Issue: Whether the general verdict of guilt rested on conduct that was constitutionally protected, in that at least one of the six images presented to the members was not child pornography.

Case Links:
ACCA opinion
Appellant’s brief
Appellee’s (government) brief
Appellant’s reply brief
Blog Post: Argument preview

Followed by:

United States v.
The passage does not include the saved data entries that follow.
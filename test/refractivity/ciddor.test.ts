import { describe, it } from 'vitest';
import { CELSIUS_OFFSET_K } from '../../sim/constants.js';
import {
  ciddorModel,
  ciddorRefractivity,
  ciddorStandardAirRefractivity,
  ciddorStandardVapourRefractivity,
  compressibility,
} from '../../sim/refractivity/ciddor.js';
import { vapourPressureFromRelativeHumidity_Pa } from '../../sim/refractivity/water-vapour.js';
import { expectClose } from '../support/close.js';
import { loadFixture } from './fixture.js';
import { dispersionTable, nistTable } from './reference-tables.js';

/** n − 1, dimensionless. NIST prints n to 9 decimals; REFERENCES.md §0 row A suggests ±2e-9. */
const NIST_TOL = 2e-9;
/** (n − 1)×10⁸. Ciddor's tables print 0.1; ±0.2 as REFERENCES.md §0 row C suggests. */
const CIDDOR_TABLE_TOL_1E8 = 0.2;
/** (n − 1)×10⁸. Table 2 row 2 is reproduced only to 0.3 (REFERENCES.md §1.4, suspected transcription error). */
const CIDDOR_TABLE2_ROW2_TOL_1E8 = 0.5;
/** (n − 1)×10⁸. §1.7 prints 3 decimals; allow one unit of the last digit. */
const DISPERSION_TOL_1E8 = 0.001;
/** Z, dimensionless. NIST's constant is printed to 10 decimals. */
const Z_TOL = 1e-10;

const CO2_STANDARD_PPM = 450;
const WAVELENGTH_633_UM = 0.633;

describe('Ciddor 1996 against the NIST EMT table', () => {
  it.each(nistTable().map((row) => [row.label, row] as const))('reproduces n at %s', (_label, row) => {
    // NIST EMT "Index of Refraction of Air", Ciddor column (REFERENCES.md §1.3, as transcribed).
    expectClose(ciddorModel(row.optics)(row.state), row.ciddor, { abs: NIST_TOL });
  });
});

describe("Ciddor 1996's own tables at 633 nm", () => {
  it('reproduces Table 1 (dry air, 450 ppm)', () => {
    // Ciddor 1996, Applied Optics 35, 1566, Table 1 (REFERENCES.md §1.4, as transcribed).
    const rows = loadFixture('ciddor-1996-table1-dry-air.csv', ['t_C', 'p_kPa', 'refractivity_1e8'], 5);
    const model = ciddorModel({ wavelength_um: WAVELENGTH_633_UM, co2_ppm: CO2_STANDARD_PPM });
    const got = rows.map((r) => model({ temperature_K: r.t_C + CELSIUS_OFFSET_K, pressure_Pa: r.p_kPa * 1000, vapour_pressure_Pa: 0 }) * 1e8);
    expectClose(got, rows.map((r) => r.refractivity_1e8), { abs: CIDDOR_TABLE_TOL_1E8 });
  });

  it('reproduces Table 2 (moist air with measured vapour pressure and CO2)', () => {
    // Ciddor 1996, Table 2 (REFERENCES.md §1.4, as transcribed); row 2 with the wider tolerance.
    const rows = loadFixture('ciddor-1996-table2-moist-air.csv', ['t_C', 'p_Pa', 'pw_Pa', 'co2_ppm', 'refractivity_1e8'], 9);
    rows.forEach((r, i) => {
      const state = { temperature_K: r.t_C + CELSIUS_OFFSET_K, pressure_Pa: r.p_Pa, vapour_pressure_Pa: r.pw_Pa };
      const got = ciddorModel({ wavelength_um: WAVELENGTH_633_UM, co2_ppm: r.co2_ppm })(state) * 1e8;
      expectClose(got, r.refractivity_1e8, { abs: i === 1 ? CIDDOR_TABLE2_ROW2_TOL_1E8 : CIDDOR_TABLE_TOL_1E8 });
    });
  });

  it("reproduces Table 3 (extreme conditions) with Ciddor's saturation vapour pressure", () => {
    // Ciddor 1996, Table 3 (REFERENCES.md §1.4, as transcribed; row 3 corrected from the paper's typo 19996.5).
    const rows = loadFixture('ciddor-1996-table3-extreme.csv', ['t_C', 'p_kPa', 'rh_percent', 'refractivity_1e8'], 6);
    const model = ciddorModel({ wavelength_um: WAVELENGTH_633_UM, co2_ppm: CO2_STANDARD_PPM });
    const got = rows.map((r) => {
      const temperature_K = r.t_C + CELSIUS_OFFSET_K;
      const vapour_pressure_Pa = vapourPressureFromRelativeHumidity_Pa(r.rh_percent / 100, temperature_K);
      return model({ temperature_K, pressure_Pa: r.p_kPa * 1000, vapour_pressure_Pa }) * 1e8;
    });
    expectClose(got, rows.map((r) => r.refractivity_1e8), { abs: CIDDOR_TABLE_TOL_1E8 });
  });
});

describe('Ciddor 1996 building blocks', () => {
  it('gives the compressibility of dry standard air, Z_a = 0.9995922115', () => {
    // NIST EMT Appendix A-III constant (REFERENCES.md §1.1, as transcribed).
    expectClose(compressibility(101_325, 288.15, 0), 0.9995922115, { abs: Z_TOL });
  });

  it('gives the compressibility of standard water vapour, Z_w = 0.99928232', () => {
    // REFERENCES.md §1.1 intermediate value: independent computation (printed to 8 decimals).
    expectClose(compressibility(1333, 293.15, 1), 0.99928232, { abs: 1e-8 });
  });

  it('reproduces the dispersion of dry standard air and of standard water vapour from 300 to 1550 nm', () => {
    // REFERENCES.md §1.7, Ciddor columns: independent computation from Ciddor 1996 Eqs. (1) and (3).
    const rows = dispersionTable();
    expectClose(rows.map((r) => ciddorStandardAirRefractivity(r.wavelength_um) * 1e8), rows.map((r) => r.ciddorAir), {
      abs: DISPERSION_TOL_1E8,
    });
    expectClose(rows.map((r) => ciddorStandardVapourRefractivity(r.wavelength_um) * 1e8), rows.map((r) => r.ciddorVapour), {
      abs: DISPERSION_TOL_1E8,
    });
  });

  it('returns the standard-air refractivity at 15 °C, 101 325 Pa, dry, 450 ppm', () => {
    // Definition of Ciddor's standard air (Ciddor 1996, Eq. (1)): the density ratio is exactly 1 there.
    const model = ciddorModel({ wavelength_um: WAVELENGTH_633_UM, co2_ppm: CO2_STANDARD_PPM });
    expectClose(model({ temperature_K: 288.15, pressure_Pa: 101_325, vapour_pressure_Pa: 0 }), ciddorStandardAirRefractivity(WAVELENGTH_633_UM), {
      rel: 1e-14,
    });
  });

  it('raises dry-air refractivity by 0.534e-6 per ppm of CO2 at standard conditions', () => {
    // Ciddor 1996 Eq. (2): (n_axs − 1) = (n_as − 1)[1 + 0.534e-6 (x_c − 450)].
    const state = { temperature_K: 288.15, pressure_Pa: 101_325, vapour_pressure_Pa: 0 };
    const at450 = ciddorModel({ wavelength_um: WAVELENGTH_633_UM, co2_ppm: 450 })(state);
    const at1450 = ciddorModel({ wavelength_um: WAVELENGTH_633_UM, co2_ppm: 1450 })(state);
    expectClose(at1450 / at450 - 1, 0.534e-3, { rel: 1e-9 });
  });

  it('gives the same value through the one-off function as through the factory', () => {
    // Internal consistency, no external source.
    const state = { temperature_K: 280, pressure_Pa: 95_000, vapour_pressure_Pa: 800 };
    const optics = { wavelength_um: 0.5, co2_ppm: 420 };
    expectClose(ciddorRefractivity(state, optics), ciddorModel(optics)(state), { rel: 1e-15 });
  });
});
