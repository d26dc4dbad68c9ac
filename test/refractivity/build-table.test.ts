import { describe, expect, it } from 'vitest';
import { resolveAirColumn } from '../../sim/atmosphere/resolve.js';
import { US1976_KINKS_M } from '../../sim/atmosphere/us1976.js';
import { EARTH_RADIUS_M } from '../../sim/constants.js';
import { InputRangeError } from '../../sim/errors.js';
import { buildIndexTable, indexAt } from '../../sim/refractivity/build-table.js';
import { evaluateIndex } from '../../sim/refractivity/index-table.js';
import { refractivityModel } from '../../sim/refractivity/models.js';
import type { ProfileAtmosphere } from '../../sim/scenario.js';
import { expectClose } from '../support/close.js';

/** Largest interpolation error of n − 1 the table may have anywhere (the brief's target). */
const TABLE_NM1_ABS = 1e-12;
/** Largest relative interpolation error of dn/dz the table may have anywhere (the brief's target). */
const TABLE_SLOPE_REL = 1e-3;

const ciddor550 = refractivityModel('ciddor', { wavelength_um: 0.55, co2_ppm: 450 });

/** A strong surface inversion, 0.5 K/m from 0 to 20 m, moist, US 1976 above. */
const inversion: ProfileAtmosphere = {
  kind: 'profile',
  surface_pressure_Pa: 101_325,
  relative_humidity: 0.7,
  nodes: [{ height_m: 0, temperature_K: 275.15 }, { height_m: 20, temperature_K: 285.15 }],
  above: { kind: 'us1976' },
};

describe('the index table of an air column', () => {
  const column = resolveAirColumn(inversion);
  const table = buildIndexTable(column, ciddor550);

  it('interpolates n within 1e-12 and dn/dz within 1e-3 relative of direct evaluation, in and above a 0.5 K/m inversion', () => {
    const out = new Float64Array(2);
    let worstNm1 = 0;
    let worstSlope = 0;
    const heights: number[] = [];
    for (let z = 0.0005; z < 100; z += 0.0173) heights.push(z); // dense through the inversion and its top
    for (let z = 100; z < 86_000; z += 9.7) heights.push(z); // the whole column
    let guess = 0;
    for (const z of heights) {
      guess = evaluateIndex(table, z, out, guess);
      const direct = indexAt(column, ciddor550, z);
      worstNm1 = Math.max(worstNm1, Math.abs(out[0] - direct.nm1));
      worstSlope = Math.max(worstSlope, Math.abs(out[1] - direct.dndzAbove) / Math.abs(direct.dndzAbove));
    }
    expect(heights.length).toBeGreaterThan(10_000);
    expect(worstNm1).toBeLessThan(TABLE_NM1_ABS);
    expect(worstSlope).toBeLessThan(TABLE_SLOPE_REL);
  });

  it('has every kink as a node: the inversion top, the US 1976 layer bases and the humidity top', () => {
    const nodes = Array.from(table.z_m);
    for (const z of [20, ...US1976_KINKS_M]) expect(nodes).toContain(z);
    expect(Array.from(table.kinks_m)).toEqual(column.kinks_m);
  });

  it('keeps the one-sided dn/dz of the column on each side of the inversion top', () => {
    const i = Array.from(table.z_m).indexOf(20);
    const direct = indexAt(column, ciddor550, 20);
    expectClose(table.dndz_top[i - 1], direct.dndzBelow, { rel: 1e-15 });
    expectClose(table.dndz_bottom[i], direct.dndzAbove, { rel: 1e-15 });
    // Inside the inversion n falls about 16 times faster than just above it (0.53 vs 0.034 K/m of hydrostatic-equivalent gradient).
    expect(direct.dndzBelow / direct.dndzAbove).toBeGreaterThan(10);
    const out = new Float64Array(2);
    evaluateIndex(table, 20 - 1e-9, out);
    const below = out[1];
    evaluateIndex(table, 20 + 1e-9, out);
    expectClose(below, direct.dndzBelow, { rel: 1e-6 });
    expectClose(out[1], direct.dndzAbove, { rel: 1e-6 });
  });

  it('gives dn/dz (chain rule on T, p, e) equal to a central difference of n(z)', () => {
    for (const z of [5, 500, 5000, 30_000]) {
      const h = 0.05;
      const numeric = (indexAt(column, ciddor550, z + h).nm1 - indexAt(column, ciddor550, z - h).nm1) / (2 * h);
      // Partials by central differences in the state are good to ≈ 1e-10; the difference in z to ≈ 1e-9.
      expectClose(indexAt(column, ciddor550, z).dndzAbove, numeric, { rel: 1e-7 });
    }
  });

  it('stops at a requested top below the column top and refuses one above it', () => {
    const low = buildIndexTable(column, ciddor550, { top_m: 1000 });
    expect(low.top_m).toBe(1000);
    expectClose(low.nm1[low.nm1.length - 1], indexAt(column, ciddor550, 1000).nm1, { rel: 1e-15 });
    expect(() => buildIndexTable(column, ciddor550, { top_m: 90_000 })).toThrow(InputRangeError);
    expect(() => buildIndexTable(column, ciddor550, { top_m: 90_000 })).toThrow('top_m');
  });
});

/**
 * The temperature gradient dT/dz at the surface for which dn/dz = −n/r (a horizontal ray follows
 * the Earth, DESIGN.md §3 item 5), derived from the table: dn/dz is affine in dT/dz for dry air
 * (the pressure term does not depend on it), so two tables give it exactly.
 */
function ductThreshold_K_per_m(temperature_K: number, pressure_Pa: number): number {
  const surfaceSlope = (gradient_K_per_m: number) => {
    const column = resolveAirColumn({
      kind: 'profile',
      surface_pressure_Pa: pressure_Pa,
      relative_humidity: 0,
      nodes: [{ height_m: 0, temperature_K: temperature_K }, { height_m: 100, temperature_K: temperature_K + 100 * gradient_K_per_m }],
      above: { kind: 'lapse', lapse_K_per_m: 0 },
    });
    const table = buildIndexTable(column, ciddor550, { top_m: 1000 });
    return { dndz: table.dndz_bottom[0], n: 1 + table.nm1[0] };
  };
  const g2 = 0.2;
  const a = surfaceSlope(0);
  const b = surfaceSlope(g2);
  const target = -a.n / EARTH_RADIUS_M;
  return ((target - a.dndz) * g2) / (b.dndz - a.dndz);
}

/**
 * K/m. REFERENCES.md §5.1 derives the threshold from the ideal-gas form
 * dn/dz = −[(n − 1)/T](g/R_d + dT/dz) and prints 4 decimals. The full Ciddor model carries the
 * compressibility Z(p, T) of BIPM-81/91, whose temperature dependence (Z − 1 ≈ −6e-4 with a
 * −2.9e-8 Pa⁻¹ per °C term) makes |∂n/∂T| about 0.36 % larger at 0 °C; that lowers the threshold by
 * about 4e-4 K/m. 1e-3 K/m (under 1 %) covers this and still fails on a missing or wrong
 * pressure term (0.034 K/m) or a wrong gravity or radius.
 */
const DUCT_THRESHOLD_TOL_K_PER_M = 1e-3;
/** K/m. "About 0.11 K/m" is given to two significant figures: ±0.005. */
const COMMON_PRACTICE_TOL_K_PER_M = 0.005;

describe('the ducting threshold from the index model (Ciddor, 550 nm, dry air)', () => {
  it('is about +0.11 K/m at 0 °C and 1013 hPa', () => {
    // DESIGN.md §3 item 5: common practice, no source.
    expectClose(ductThreshold_K_per_m(273.15, 101_325), 0.11, { abs: COMMON_PRACTICE_TOL_K_PER_M });
  });

  it('is +0.1121 K/m at 0 °C and 101 325 Pa', () => {
    // REFERENCES.md §5.1 table, duct-threshold column: independent computation.
    expectClose(ductThreshold_K_per_m(273.15, 101_325), 0.1121, { abs: DUCT_THRESHOLD_TOL_K_PER_M });
  });

  it('is +0.1286 K/m at 15 °C and 101 325 Pa', () => {
    // REFERENCES.md §5.1 table, duct-threshold column: independent computation.
    expectClose(ductThreshold_K_per_m(288.15, 101_325), 0.1286, { abs: DUCT_THRESHOLD_TOL_K_PER_M });
  });

  it('rises with temperature as in the reference table (−20, 10 and 30 °C)', () => {
    // REFERENCES.md §5.1 table: independent computation.
    expectClose(ductThreshold_K_per_m(253.15, 101_325), 0.0914, { abs: DUCT_THRESHOLD_TOL_K_PER_M });
    expectClose(ductThreshold_K_per_m(283.15, 101_000), 0.1235, { abs: DUCT_THRESHOLD_TOL_K_PER_M });
    expectClose(ductThreshold_K_per_m(303.15, 101_325), 0.146, { abs: DUCT_THRESHOLD_TOL_K_PER_M });
  });
});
Bradley, No. 11-0399/NA (Bradley II)

Issues:
I. In Bradley I, this court ruled that its application of waiver to appellant’s disqualification-of-trial-counsel claim did not render his pleas improvident where there was: (1) no ineffective assistance of counsel (IAC) claim; and (2) only a possibility that he believed the disqualification claim was preserved for appeal.  On remand, appellant claimed IAC and presented evidence that he did believe his disqualification issue was preserved.  Did NMCCA err in holding that it was bound by this court’s ruling that appellant’s pleas were provident?
II. Appellant’s civilian counsel erroneously advised him that his denied motion to disqualify trial counsel from further participation in the case was preserved for appeal despite unconditional pleas.  Did NMCCA err in finding that civilian counsel’s erroneous advice was reasonable, and therefore not deficient?
III. On remand, did NMCCA violate the law of the case doctrine by finding that even if the trial judge erred by not disqualifying trial counsel – which the Bradley I court found he had – appellant was not prejudiced – which the Bradley I court found he was?

Case Links:
Bradley I: N-MCCA opinion
Bradley I: CAAF oral argument audio
Bradley I: CAAF opinion
Bradley I: Blog post: CAAF issues two more opinions
Bradley II: N-MCCA opinion
Bradley II: Appellant’s brief
Bradley II: Appellee’s (government) brief
Bradley II: Blog Post: Argument preview

This week at the ACCA: The Army CCA’s docket shows no scheduled oral arguments this week.

This week at the AFCCA: The Air Force CCA’s docket shows no scheduled oral arguments this week.

This week at the CGCCA: The Coast Guard Trial Docket shows no pending cases at the Coast Guard CCA.

This week at the N-MCCA: The Navy-Marine Corps CCA’s docket shows no scheduled oral arguments this week.